The proliferation of hepatocytes was inhibited by acetaminophen as revealed using the MTT assay (Fig. 2A, P<0.05). PI staining of cells revealed that acetaminophen-treated cells were arrested in the G₁ phase (Fig. 2B). Annexin V-FITC and PI double staining was performed to detect apoptotic cells. In the cells with acetaminophen treatment, the apoptotic ratio was 11–12-fold higher than that of the untreated cells (Fig. 2C, P<0.05). As shown in Fig. 2D, the red/green ratio, used to measure the MMP, in the normal cells (1.2% green, 98.8% red) was reversed following acetaminophen treatment (62.5% green, 37.5% red). The fluorescent dye DCF-DA was used to measure the ROS content in cells following acetaminophen treatment. As shown in Fig. 2E, acetaminophen treatment directly induced an increase in the fluorescence intensity of the cells (42.7%) when compared with that of the normal cells (13.4%, P<0.05). Furthermore, acetaminophen was found to inhibit proteasome activity in hepatocytes (Fig. 2F, P<0.05). Consistent with the results obtained in vivo, Schisandra chinensis protected hepatocytes against acetaminophen-induced apoptosis, ROS release and injury to mitochondria and proteasomes (Fig. 2).

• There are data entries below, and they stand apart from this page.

def _apply_splits(
    parts: list[PartRings], splits: list[TouchSplit | None]
) -> tuple[list[PartRings], list[dict[str, Any]], dict[int, tuple[float, Any]]]:
    """The found parts with each split one replaced by its two lobes, labels renumbered in order.

    Returns the parts, a note per split (the new labels, evidence, cut length and the
    cut's plausible displacement in px) and, per new label, (displacement px, the cut's ends in px).
    """
    out: list[PartRings] = []
    notes: list[dict[str, Any]] = []
    cuts: dict[int, tuple[float, Any]] = {}
    for rings, split in zip(parts, splits):
        if split is None:
            out.append(replace(rings, label=len(out) + 1))
            continue
        length = split.cut_length_px
        shift = SEAM_CUT_U_PX if split.evidence == "seam" else max(SEAM_CUT_U_PX, 0.25 * length)
        fallback = float(np.median(rings.gradient_px)) if len(rings.gradient_px) else 1.0
        lobes = []
        for (outer, holes), index, keep in zip(split.lobes, split.vertex_index, split.hole_index):
            grad = np.where(index >= 0, np.asarray(rings.gradient_px)[np.maximum(index, 0)], fallback)
            area = abs(float(cv2.contourArea(outer.astype(np.float32)))) - sum(
                abs(float(cv2.contourArea(h.astype(np.float32)))) for h in holes
            )
            lobes.append(
                replace(
                    rings,
                    outer_px=outer,
                    holes_px=holes,
                    gradient_px=grad,
                    hole_gradients_px=[rings.hole_gradients_px[k] for k in keep if k < len(rings.hole_gradients_px)],
                    area_px=area,
                    bbox_px=(
                        int(outer[:, 0].min()),
                        int(outer[:, 1].min()),
                        int(np.ceil(outer[:, 0].max())),
                        int(np.ceil(outer[:, 1].max())),
                    ),
                )
            )
        lobes.sort(key=lambda r: (r.bbox_px[1], r.bbox_px[0]))
        labels = []
        for lobe in lobes:
            out.append(replace(lobe, label=len(out) + 1))
            labels.append(len(out))
            cuts[len(out)] = (shift, split.cut_px)
        notes.append({"parts": labels, "evidence": split.evidence, "cut_length_px": length, "displacement_px": shift})
    return out, notes, cuts


def _with_cut_term(part: Part, mapped: MappedPart, cut_mm: np.ndarray, shift_mm: float) -> Part:
    """The part with the term ``split_cut``: every figure's change when the cut moves by ``shift_mm``.

    The cut's two ends (``cut_mm``) are vertices of the mapped outer ring; both move by
    ``shift_mm`` along the cut's normal (its sign does not matter: the change's size is kept).
    """
    outer = np.asarray(mapped.outer_mm, dtype=float)
    holes = [np.asarray(h, dtype=float) for h in mapped.holes_mm]
    ends = [int(np.argmin(np.hypot(*(outer - p).T))) for p in cut_mm]
    seg = (cut_mm[1] - cut_mm[0]) / max(float(np.hypot(*(cut_mm[1] - cut_mm[0]))), 1e-12)
    normal = np.array([seg[1], -seg[0]])
    moved = outer.copy()
    moved[ends] += shift_mm * normal
    before = _figure_values(section_properties(outer, holes))
    after = _figure_values(section_properties(moved, holes))
    term = {name: abs(after[name] - before[name]) for name in before}
    term["principal_angle_deg"] = abs(
        (after["principal_angle_deg"] - before["principal_angle_deg"] + 90.0) % 180.0 - 90.0
    )
    return _with_extra_term(part, "split_cut", term, [])


def _split_warnings(notes: list[dict[str, Any]], mm_per_px: float) -> list[str]:
    out = []
    for note in notes:
        a, b = note["parts"]
        how = "a seam across the outline" if note["evidence"] == "seam" else "a narrow neck"
        out.append(
            f"parts {a} and {b} were found as one outline and split (two parts touching: {how}); the cut, "
            f"{note['cut_length_px'] * mm_per_px:.3g} mm long, may lie {note['displacement_px'] * mm_per_px:.2g} mm "
            "off (term 'split_cut'); lay parts a few mm apart for a clean measurement"
        )
    return out


def _below(area_mm2: float) -> str:
    """A round --min-area value below ``area_mm2``."""
    value = 10 ** math.floor(math.log10(max(area_mm2, 1e-9)))
    while value * 5 < area_mm2:
        value *= 5 if str(value).startswith("1") else 2
    return f"{value:g}"
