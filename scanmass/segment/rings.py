"""Find each part's silhouette and holes with sub-pixel boundaries (the "segment" stage).

Works in pixel coordinates only (OpenCV convention: ``x_px`` = column, ``y_px`` = row
from the top, pixel centres at integers). Steps:

1. a coarse detection mask from a low-resolution copy: polarity from the image border,
   a background (illumination) map, and a threshold halfway between background and part
   levels in linear light;
2. connected parts with their holes from the mask (OpenCV contour hierarchy), specks
   removed, parts touching the image edge marked as cut;
3. per part, on a padded crop only: local background and part levels (smooth surfaces fitted
   in linear light), the crop normalised to 0 = background, 1 = part, and marching squares
   at the midpoint level for sub-pixel rings.
"""

from __future__ import annotations

import math
from collections.abc import Callable
from dataclasses import dataclass, field
from functools import partial

import cv2
import numpy as np

from scanmass.errors import OptionError, PartCutError, SegmentationError
from scanmass.geometry import point_in_ring, signed_area
from scanmass.load.decode import LoadedImage, lookup
from scanmass.numeric import code_median, code_percentiles, nonzero_rc, otsu_threshold, robust_sigma, sample_points
from scanmass.segment.contact import depth_field, edge_shadow_depth, lamp_tinted, part_side_rise, renormalise
from scanmass.segment.contours import level_rings

__all__ = ["PartRings", "Segmentation", "segment"]
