def _with_cut_term(part: Part, mapped: MappedPart, cut_mm: np.ndarray, shift_mm: float) -> Part:
    """The part with the term ``split_cut``: every figure's change when the cut moves by ``shift_mm``.

    The cut's two ends (``cut_mm``) are vertices of the mapped outer ring; both move by
    ``shift_mm`` along the cut's normal (its sign does not matter: the change's size is kept).
    """
    outer = np.asarray(mapped.outer_mm, dtype=float)
    holes = [np.asarray(h, dtype=float) for h in mapped.holes_mm]
    ends = [int(np.argmin(np.hypot(*(outer - p).T))) for p in cut_mm]
    seg = (cut_mm[1] - cut_mm[0]) / max(float(np.hypot(*(cut_mm[1] - cut_mm[0]))), 1e-12)
    normal = np.array([seg[1], -seg[0]])
    moved = outer.copy()
    moved[ends] += shift_mm * normal
    term = change_term(outer, holes, moved, holes)
    return _with_extra_term(part, "split_cut", term, [])


def _split_warnings(notes: list[dict[str, Any]], mm_per_px: float) -> list[str]:
    out = []
    for note in notes:
        a, b = note["parts"]
        how = "a seam across the outline" if note["evidence"] == "seam" else "a narrow neck"
        out.append(
            f"parts {a} and {b} were found as one outline and split (two parts touching: {how}); the cut, "
            f"{note['cut_length_px'] * mm_per_px:.3g} mm long, may lie {note['displacement_px'] * mm_per_px:.2g} mm "
            "off (term 'split_cut'); lay parts a few mm apart for a clean measurement"
        )
    return out


#: Share of a tone move taken as uneven along the outline (first harmonic), for centroids.
TONE_UNEVEN = 0.05


def _tone_terms(
    image: LoadedImage, found: list[PartRings], parts: list[Part], mm_per_px: float, tone_known: bool
) -> list[str]:
    """The term ``tone`` where the image's tone curve is in doubt; a warning for each sharpened part.

    The midpoint rule is exact in linear light. A tone curve that is not the one the
    file declares (a phone's rendering, a scanner's contrast setting) or sharpening
    (:func:`~scanmass.segment.symmetry.edge_halo`) moves every edge of a part by a
    fraction of the blur width, by an amount the single image cannot give. Its size is
    bounded by the move between two readings far apart, sRGB and linear
    (:func:`~scanmass.segment.symmetry.reading_shift`; rendered edges with blur 0.6-1.5 px:
    an S-shaped curve, a 2.2 power curve and unsharp masks of amount 0.3-1.5 moved them
    by 0.07-0.75 of it): the part's material is grown by that move and half the change
    of each figure is the term (the move itself at 2 sigma); the centroid's term also
    holds :data:`TONE_UNEVEN` of the move (an uneven move shifts even a round part's
    centroid: a strongly sharpened ring moved its centroid by 0.002 px). Parts are
    replaced in ``parts``; the warnings are returned.
    """
    warnings = []
    linear, _ = encoding_lut("linear", len(image.to_linear))
    for n, (rings, part) in enumerate(zip(found, parts)):
        halo = edge_halo(image, rings)
        if tone_known and not halo.found or part.outline_mm is None:
            continue
        move_mm = abs(reading_shift(image, rings, linear)) * mm_per_px
        if move_mm <= 0.0:
            continue
        outer = np.asarray(part.outline_mm, dtype=float)
        holes = [np.asarray(h.outline_mm, dtype=float) for h in part.holes if h.outline_mm is not None]
        grown_outer = offset_ring(outer, move_mm)
        grown_holes = [offset_ring(h, -move_mm) for h in holes]
        term = change_term(outer, holes, grown_outer, grown_holes, share=0.5)
        # the move is not quite even along the outline (it depends on the edge's angle to the
        # pixel grid and on the local contrast): a first-harmonic variation of TONE_UNEVEN of it
        # moves the centroid of a round part by that fraction of the move, which an even
        # offset never does
        for axis in ("centroid_x_mm", "centroid_y_mm"):
            term[axis] = combine(term[axis], TONE_UNEVEN * move_mm)
        parts[n] = _with_extra_term(part, "tone", term, grown_holes if len(holes) == len(part.holes) else [])
        if halo.found:
            warnings.append(
                f"part {part.label}: its edges show sharpening halos ({100 * halo.overshoot:.2g} % of the contrast): "
                "sharpening or local contrast in the scanner's or camera's software moves edges by a fraction of a "
                f"pixel (up to about {move_mm:.2g} mm here; included in the uncertainty, term 'tone'); turn "
                "sharpening off and scan again for full accuracy"
            )
    return warnings
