func TestRun_CheckSummary_Demo(t *testing.T) {
	code, stdout, stderr := run(t) // no arguments, no window: check the demo
	if code != 0 || stderr != "" {
		t.Fatalf("exit %d: %s", code, stderr)
	}
	code2, stdout2, _ := run(t, "check")
	if code2 != 0 || stdout2 != stdout {
		t.Errorf("check without FILE differs from no arguments")
	}
	data, _ := assets.Preset(assets.Demo)
	sc, v, take := judged(t, data)
	if v.Motion != physics.Tumbling || !v.FirstFlipFound || !v.HasOnset {
		t.Fatalf("the demo should tumble with a first flip and an onset: %+v", v)
	}
	fps := sc.Throw.FPS.FPS()
	for _, want := range []string{
		sc.Name, "preset " + assets.Demo, "mass 1.2 kg", "Centre of mass",
		"least     I1 =", "middle    I2 =", "greatest  I3 =", "Symmetry        none",
		"TUMBLE", "from the middle axis", "I1 < I2 < I3", "Excursion", "from the least axis",
		"Flips         every", "First flip    frame " + itoa(int(math.Ceil(v.FirstFlip*fps))),
		"Onset", "frame " + itoa(int(math.Ceil(v.Onset*fps))),
		"Flight          " + itoa(take.LandingFrame+1) + " frames (0 to " + itoa(take.LandingFrame) + ") at 24 fps",
		"Apex          frame " + itoa(take.ApexFrame), "Landing       frame " + itoa(take.LandingFrame),
	} {
		if !strings.Contains(stdout, want) {
			t.Errorf("summary lacks %q:\n%s", want, stdout)
		}
	}
	if !strings.HasSuffix(stdout, Safety+"\n") {
		t.Errorf("summary does not end with the safety caution")
	}
	for _, line := range strings.Split(stdout, "\n") {
		if len(line) > 90 && line != Safety {
			t.Errorf("line longer than 90 characters: %q", line)
		}
	}
}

The aforementioned results revealed the changes of mitochondria in hepatocytes. Due to these results, the changes were further analyzed; expression of Bax, Bcl-xL, Bcl-2 and p-Bcl-2 was detected using western blot analysis. As shown in Fig. 3 (lanes 1 and 2), a reduction in the Bcl-2 and Bcl-xl expression levels and an increase in Bax and P-Bcl-2 expression levels were identified in hepatocytes with acetaminophen treatment compared with those in the normal cells. The levels of these proteins were markedly reversed following Schisandra chinensis treatment (Fig. 3, lanes 2 and 3). The levels of phosphor-c-Jun N-terminal kinase (p-JNK) were upregulated by acetaminophen treatment but the levels of total JNK did not change compared with those in the normal cells (Fig. 3, lanes 1 and 2). However, p-JNK was inhibited following Schisandra chinensis treatment (Fig. 3, lane 3). β-actin served as an internal control for all western blotting.